THE roadmap for eliminating riba from Pakistan’s financial system from 2028 offers some clarity on how the government intends to implement the four-year-old Federal Shariat Court ruling. The policy direction itself was settled when the government embraced the court’s verdict by incorporating its deadline into the Constitution through the 26th Amendment, a move seen as part of a political bargain to secure the support of religious parties for the amendment.
Uncertainty has persisted over how an economy deeply integrated with conventional banking and global capital can manage such a profound transition. By opting for a gradual, contract-respecting approach, the government has committed itself to honouring existing obligations until maturity. This preserves legal certainty, protects investor confidence and avoids financial disruption. The decision to allow most foreign-owned banks to continue operating hybrid models offering both conventional and Islamic banking services is also a step in the right direction as complete uniformity is neither practical nor desirable.
The roadmap is only the beginning. The challenge lies in executing it. Pakistan’s Islamic finance sector has expanded rapidly, but still lacks the depth, diversity and liquidity management tools to support an economy of this size. The government’s commitment to regular issuance of sukuk across different maturities addresses a big structural weakness of the sector.
The proposal to develop a comprehensive register of federal assets is another important reform for sustained sukuk issuance and reduced reliance on the limited stock of assets currently available for Islamic financing. The initiative will demand transparency, accurate valuation and robust governance to safeguard the credibility of asset-backed instruments.
However, the roadmap sidesteps an important debate among scholars, bankers and economists, centring on the lack of universal agreement on whether modern bank interest constitutes riba at all. Some argue that what is prohibited is exploitative lending and debt traps rather than every form of interest (return on the time value of money) on capital. Others agree with the FSC. Indeed, the coexistence of conventional and Islamic banking in Muslim-majority countries, and the relatively modest penetration of Islamic banking despite decades of policy support suggest that many still prefer a choice.
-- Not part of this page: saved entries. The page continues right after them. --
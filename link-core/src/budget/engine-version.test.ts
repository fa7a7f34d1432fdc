import { describe, expect, it } from 'vitest';
import { LINK_CORE_VERSION } from '../version.js';
import type { LinkDesignInput } from '../schemas/link-design.schema.js';
import { evaluateLink } from './evaluate-link.js';
import { compareEngineVersions, currentEngineFigures, readStoredDesign } from './engine-version.js';

const stored: LinkDesignInput = {
  rangeM: 3000,
  transmitter: { wavelengthM: 1.55e-6, powerDbm: 20, waistRadiusM: 0.025, opticsLossDb: 1 },
  receiver: { apertureDiameterM: 0.1, sensitivityDbm: -36, opticsLossDb: 1.5 },
  pointing: { jitterSigmaPerAxisRad: 10e-6, staticErrorRad: 10e-6 },
  atmosphere: { model: 'kim', visibilityM: 10_000, cn2: 5e-14 },
};

describe('versioned reads of stored designs', () => {
  it('orders versions numerically', () => {
    expect(compareEngineVersions('0.1.0', '0.2.0')).toBeLessThan(0);
    expect(compareEngineVersions('0.10.0', '0.2.0')).toBeGreaterThan(0);
    expect(compareEngineVersions(LINK_CORE_VERSION, LINK_CORE_VERSION)).toBe(0);
  });

  it('reads a design stored before 0.2.0 without a turbulence model as the spherical wave, without changing it', () => {
    const read = readStoredDesign(stored, '0.1.0');
    expect(read.atmosphere.turbulenceModel).toBe('spherical-wave');
    expect(stored.atmosphere.turbulenceModel).toBeUndefined();
    expect(readStoredDesign(stored, '0.2.0')).toBe(stored);
    const chosen = { ...stored, atmosphere: { ...stored.atmosphere, turbulenceModel: 'gaussian-beam' as const } };
    expect(readStoredDesign(chosen, '0.1.0')).toBe(chosen);
  });

  it('puts the current engine beside a revision of an older engine, with the difference', () => {
    const oldMargin = 4.2;
    const figures = currentEngineFigures(stored, '0.1.0', oldMargin)!;
    const current = evaluateLink({ ...stored, atmosphere: { ...stored.atmosphere, turbulenceModel: 'spherical-wave' } });
    expect(figures.linkCoreVersion).toBe(LINK_CORE_VERSION);
    expect(figures.linkMarginDb).toBe(current.linkMarginDb);
    expect(figures.marginChangeDb).toBeCloseTo(current.linkMarginDb - oldMargin, 12);
    expect(figures.belowRequiredMargin).toBe(current.linkMarginDb < 3);
    expect(currentEngineFigures(stored, LINK_CORE_VERSION, 1)).toBeNull();
  });
});
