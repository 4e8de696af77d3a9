import { can } from '$lib/permissions';
import { SETUP_STATES, type SetupState } from '$lib/schemas/setups';
import { withShop } from '$lib/server/db/tenant';
import { requireMember } from '$lib/server/guard';
import { machineChoices } from '$lib/server/machines/queries';
import { listSetups } from '$lib/server/setups/queries';
import type { PageServerLoad } from './$types';

export const load: PageServerLoad = async (event) => {
	const { shop, role } = await requireMember(event, 'machines.read');
	const machineParam = Number(event.url.searchParams.get('machine'));
	const stateParam = event.url.searchParams.get('state');
	const filter = {
		machineId: Number.isSafeInteger(machineParam) && machineParam > 0 ? machineParam : null,
		status: (SETUP_STATES as readonly string[]).includes(stateParam ?? '')
			? (stateParam as SetupState)
			: null
	};
	return withShop(shop, async (trx) => {
		const machines = await machineChoices(trx);
		const setups = await listSetups(trx, filter);
		return {
			setups,
			machines,
			filter,
			canCreate: can(role, 'setups.write')
		};
	});
};
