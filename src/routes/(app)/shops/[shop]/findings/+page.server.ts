import { fail } from '@sveltejs/kit';
import { message, setError, superValidate } from 'sveltekit-superforms';
import { zod4 } from 'sveltekit-superforms/adapters';
import { can } from '$lib/permissions';
import {
	digestPreferenceSchema,
	findingActionSchema,
	findingFilterSchema
} from '$lib/schemas/fleet';
import { clientAddress } from '$lib/server/auth/client-address';
import { db } from '$lib/server/db';
import { withShop } from '$lib/server/db/tenant';
import { DIGEST_ROLES } from '$lib/server/fleet/digest';
import { receivesDigest, setReceivesDigest } from '$lib/server/fleet/digest-preference';
import {
	actOnFinding,
	findingHistory,
	listFindings,
	type FindingAction
} from '$lib/server/fleet/findings';
import { requireMember } from '$lib/server/guard';
import { machineChoices } from '$lib/server/machines/queries';
import type { Actions, PageServerLoad, RequestEvent } from './$types';

export const load: PageServerLoad = async (event) => {
	const { shop, role, user } = await requireMember(event, 'findings.read');
	const filter = findingFilterSchema.parse(Object.fromEntries(event.url.searchParams));
	const { findings, machines, history } = await withShop(shop, async (trx) => {
		const findings = await listFindings(trx, filter);
		return {
			findings,
			machines: await machineChoices(trx),
			history: await findingHistory(
				trx,
				findings.map((f) => f.id)
			)
		};
	});
	const getsDigest = (DIGEST_ROLES as readonly string[]).includes(role);
	return {
		filter,
		findings,
		history,
		machines,
		canAct: can(role, 'findings.acknowledge'),
		digest: getsDigest ? { receive: await receivesDigest(db(), user.id, shop.id) } : null,
		actionForm: await superValidate(zod4(findingActionSchema), { id: 'finding-action' })
	};
};

async function act(event: RequestEvent, action: FindingAction) {
	const { shop, user } = await requireMember(event, 'findings.acknowledge');
	const form = await superValidate(await event.request.formData(), zod4(findingActionSchema), {
		id: 'finding-action'
	});
	if (!form.valid) return fail(400, { form });
	const r = await withShop(shop, (trx) =>
		actOnFinding(trx, form.data.findingId, action, form.data.comment, user, clientAddress(event))
	);
	if (!r.ok) return setError(form, 'comment', r.message);
	return message(form, action === 'acknowledge' ? 'Acknowledged.' : 'Resolved.');
}

export const actions: Actions = {
	acknowledge: (event) => act(event, 'acknowledge'),
	resolve: (event) => act(event, 'resolve'),
	/** The member's own morning digest: on or off (owners, admins and leads get one). */
	digest: async (event) => {
		const { shop, user } = await requireMember(event, 'findings.acknowledge');
		const data = await event.request.formData();
		const form = await superValidate(data, zod4(digestPreferenceSchema));
		// A missing choice would otherwise default to the first one.
		if (!form.valid || !data.has('receive')) return fail(400, { form });
		await setReceivesDigest(db(), user.id, shop.id, form.data.receive !== 'no');
		return message(
			form,
			form.data.receive === 'no'
				? 'You will no longer get the morning digest for this shop.'
				: 'You will get the morning digest after each nightly check.'
		);
	}
};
The government’s own decision to allow foreign-owned banks to continue offering hybrid services implicitly recognises this reality. It is then difficult to justify denying the same flexibility to domestically owned banks. The government’s intention to seek Sharia-compliant external financing where ‘feasible’ is itself an implicit endorsement of personal choice. If financial stability and consumer choice warrant a hybrid or dual system, market preferences should be allowed to evolve naturally rather than through regulatory compulsion. If the aim is to build confidence in Islamic finance, competition and performance will prove more effective than compulsion.